Abstract

This chapter discusses feature-value logics. It present a valuable assessment of the use of defaults in linguistics and discusses the issue of whether it is possible in particular to make sense of defaults in constraint-based linguistic theories that are supposed to have a declarative interpretation. Defaults should be limited to a single role; ruling out specifically the essential use of defaults in characterizing the combinatoric relation between basic and nonbasic elements. It is tempting to appeal to a default statement d in case it is impossible or inconvenient to characterise the sets of situations in which d does or does not hold. Moreover, it is meaningless to invoke defaults as linguistic statements.

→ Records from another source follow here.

/**
 * Inter-reader agreement per (method, question), from tidy ratings.
 *
 * For every method and question the ratings form a cases × readers matrix. On its complete cases
 * (cases scored by every reader of that group) we report Fleiss' kappa (./fleiss-kappa.ts, the scores
 * taken as nominal categories) and the six Shrout & Fleiss intraclass correlations with 95% intervals
 * (./icc.ts, the scores taken as interval measurements). Both statistics use the same cases.
 *
 * The output is JSON-safe: where a statistic is undefined (one reader, fewer than two complete cases,
 * no variance) the value is null and `notes` says why.
 */
import type { TidyRow } from '../report/tidy-csv.ts';
import { fleissKappa } from './fleiss-kappa.ts';
import { ICC_FORMS, icc } from './icc.ts';
import type { IccForm, IccResult } from './icc.ts';

export interface AgreementOptions {
  /** Only this method. */
  method?: string;
  /** Only this question. */
  question?: string;
  /**
   * Likert scale per question id (as in the study template). With a scale, the kappa categories are
   * 1..points and a score outside it is an error; without, they are the scores observed.
   */
  scales?: Record<string, { points: number }>;
}

export interface IccSummary {
  value: number | null;
  /** 95% confidence interval, null where it is undefined. */
  ci95: [number, number] | null;
}

export interface AgreementGroup {
  method: string;
  question: string;
  /** Distinct cases with at least one rating. */
  cases: number;
  /** Distinct readers with at least one rating. */
  readers: number;
  /** Ratings (rows) in the group. */
  ratings: number;
  /** Cases rated by every reader; the statistics use these. */
  completeCases: number;
  fleiss: { kappa: number | null; subjects: number; categories: number[] };
  icc: Record<IccForm, IccSummary>;
  missing: 'complete cases';
  /** Why a value is null, and what was left out. */
  notes: string[];
}

const compare = (a: string, b: string): number => (a < b ? -1 : a > b ? 1 : 0);
const finite = (v: number): number | null => (Number.isFinite(v) ? v : null);

function emptyIcc(): Record<IccForm, IccSummary> {
  return Object.fromEntries(ICC_FORMS.map((f) => [f, { value: null, ci95: null }])) as Record<IccForm, IccSummary>;
}

/** Say why ICC values or intervals came out as 0/0 or ±∞. */
function iccNotes(r: IccResult): { icc: Record<IccForm, IccSummary>; notes: string[] } {
  const { betweenCases, withinCases, residual, total } = r.anova;
  const reason = (form: IccForm): string => {
    const oneWay = form.startsWith('ICC(1');
    if (total.ss === 0) return 'every score is the same, so there is no variance to share out';
    if (betweenCases.ms === 0) return "the cases' mean scores are all equal (between-case mean square 0)";
    if (oneWay && withinCases.ms === 0) return 'each case got the same score from every reader (within-case mean square 0)';
    if (!oneWay && residual.ms === 0) return 'the scores are exactly case effect plus reader offset (residual mean square 0)';
    return 'the formula gives no finite number for these data';
  };
  const out = emptyIcc();
  const byReason = new Map<string, string[]>();
  const add = (what: string, form: IccForm): void => {
    const key = `${what}|${reason(form)}`;
    byReason.set(key, [...(byReason.get(key) ?? []), form]);
  };
  for (const form of ICC_FORMS) {
    const e = r.forms[form];
    const value = finite(e.value);
    const lo = finite(e.ci95[0]);
    const hi = finite(e.ci95[1]);
    out[form] = { value, ci95: value !== null && lo !== null && hi !== null ? [lo, hi] : null };
    if (value === null) add('undefined', form);
    else if (out[form].ci95 === null) add('95% CI undefined', form);
  }
  const notes = [...byReason].map(([key, forms]) => {
    const [what, why] = key.split('|');
    return `${forms.join(', ')} ${what}: ${why}`;
  });
  return { icc: out, notes };
}

function analyseGroup(method: string, question: string, rows: readonly TidyRow[], points?: number): AgreementGroup {
  const caseIds = [...new Set(rows.map((r) => r.case))].sort(compare);
  const readerIds = [...new Set(rows.map((r) => r.reader))].sort(compare);
  const caseIndex = new Map(caseIds.map((c, i) => [c, i]));
  const readerIndex = new Map(readerIds.map((c, i) => [c, i]));
  const matrix: (number | null)[][] = caseIds.map(() => readerIds.map(() => null));
  for (const r of rows) {
    const where = `case "${r.case}", reader "${r.reader}", method "${method}", question "${question}"`;
    if (!Number.isFinite(r.score)) throw new Error(`${where}: score ${r.score} is not a number`);
    if (points !== undefined && (!Number.isInteger(r.score) || r.score < 1 || r.score > points)) {
      throw new Error(`${where}: score ${r.score} is outside the scale 1..${points}`);
    }
    const i = caseIndex.get(r.case) as number;
    const j = readerIndex.get(r.reader) as number;
    if (matrix[i][j] !== null) throw new Error(`${where}: rated more than once`);
    matrix[i][j] = r.score;
  }
  const complete = matrix.filter((row) => row.every((v) => v !== null)).length;
  const categories = points !== undefined ? Array.from({ length: points }, (_, i) => i + 1) : null;
  const group: AgreementGroup = {
    method,
    question,
    cases: caseIds.length,
    readers: readerIds.length,
    ratings: rows.length,
    completeCases: complete,
    fleiss: { kappa: null, subjects: complete, categories: categories ?? [] },
    icc: emptyIcc(),
    missing: 'complete cases',
    notes: [],
  };
  const notes = group.notes;

  if (readerIds.length < 2) {
    notes.push(`only one reader (${readerIds[0]}): kappa and ICC need at least two readers`);
    return group;
  }
  if (complete < caseIds.length) {
    const left = caseIds.length - complete;
    notes.push(
      `${left} of ${caseIds.length} cases ${left === 1 ? 'lacks' : 'lack'} a rating from some reader and ` +
        `${left === 1 ? 'was' : 'were'} left out (complete cases)`,
    );
  }
  if (complete === 0) {
    notes.push('no case was rated by every reader: kappa and ICC undefined');
    return group;
  }

  const fk = fleissKappa(matrix, categories ?? undefined);
  if (categories === null) {
    group.fleiss.categories = [...new Set(matrix.filter((row) => row.every((v) => v !== null)).flat() as number[])].sort((a, b) => a - b);
  }
  group.fleiss.kappa = finite(fk.kappa);
  if (group.fleiss.kappa === null) {
    notes.push("Fleiss' kappa undefined: every rating falls in one category, so chance agreement is 1");
  }

  if (complete < 2) {
    notes.push('ICC undefined: it needs at least two complete cases');
    return group;
  }
  const summary = iccNotes(icc(matrix));
  group.icc = summary.icc;
  notes.push(...summary.notes);
  return group;
}

/** Agreement for every (method, question) in the rows, sorted by method then question. */
export function agreementByGroup(rows: readonly TidyRow[], opts: AgreementOptions = {}): AgreementGroup[] {
  const groups = new Map<string, { method: string; question: string; rows: TidyRow[] }>();
  for (const r of rows) {
    if (opts.method !== undefined && r.method !== opts.method) continue;
    if (opts.question !== undefined && r.question !== opts.question) continue;
    const key = JSON.stringify([r.method, r.question]);
    let g = groups.get(key);
    if (!g) {
      g = { method: r.method, question: r.question, rows: [] };
      groups.set(key, g);
    }
    g.rows.push(r);
  }
  return [...groups.values()]
    .sort((a, b) => compare(a.method, b.method) || compare(a.question, b.question))
    .map((g) => analyseGroup(g.method, g.question, g.rows, opts.scales?.[g.question]?.points));
}

const fmt = (v: number | null): string => (v === null ? 'n/a' : v.toFixed(3));

/**
 * A plain-text table for the terminal: method, question, cases, readers, Fleiss' kappa and
 * ICC(2,1) with its 95% interval, then the notes.
 */
export function formatAgreementTable(groups: readonly AgreementGroup[]): string {
  const header = ['method', 'question', 'cases', 'readers', 'Fleiss kappa', 'ICC(2,1) [95% CI]'];
  const numeric = [false, false, true, true, true, true];
  const body = groups.map((g) => {
    const i = g.icc['ICC(2,1)'];
    const ci = i.ci95 ? ` [${fmt(i.ci95[0])}, ${fmt(i.ci95[1])}]` : '';
    return [
      g.method,
      g.question,
      g.completeCases === g.cases ? String(g.cases) : `${g.completeCases}/${g.cases}`,
      String(g.readers),
      fmt(g.fleiss.kappa),
      fmt(i.value) + ci,
    ];
  });
  const widths = header.map((h, c) => Math.max(h.length, ...body.map((r) => r[c].length)));
  const render = (cells: string[]): string =>
    cells.map((s, c) => (numeric[c] ? s.padStart(widths[c]) : s.padEnd(widths[c]))).join('  ').trimEnd();
  const lines = [render(header), widths.map((w) => '-'.repeat(w)).join('  '), ...body.map(render)];
  if (groups.length === 0) lines.push('(no ratings)');
  lines.push('');
  lines.push('cases: complete cases used; n/m where only n of the m cases were rated by every reader.');
  lines.push('ICC(2,1): two-way random effects, absolute agreement, single reader (Shrout & Fleiss 1979).');
  const notes = groups.flatMap((g) => g.notes.map((n) => `  ${g.method} / ${g.question}: ${n}`));
  if (notes.length > 0) lines.push('Notes:', ...notes);
  return lines.join('\n') + '\n';
}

Under the nonmonotonic constraint-based view of defaults, applying some default d to some representation x amounts to determining the maximal subpart of d which is consistent with x, call this d’ and conjoining x and d’. If defaults are indeed ordered in regard to the rest of the theory, then it is easier to characterise in as general a way as possible how that ordering comes about, that is, what theoretical and empirical motivation there is for the postulation of domains which limit the potential failure of a default. Furthermore, considerable work would be needed to demonstrate that the use of defaults does not endanger an interpretation of the grammar. A computational criticism of defaults hinges on the claim that a simple construal of defaults does not result in effective constraints on the search space generated by a grammar. A stronger construal of defaults than as a simple ranking of nondeterministic choices is required in cases where a set of defaults and a representation to another representation which is maximally specific in regard to the defaults is needed.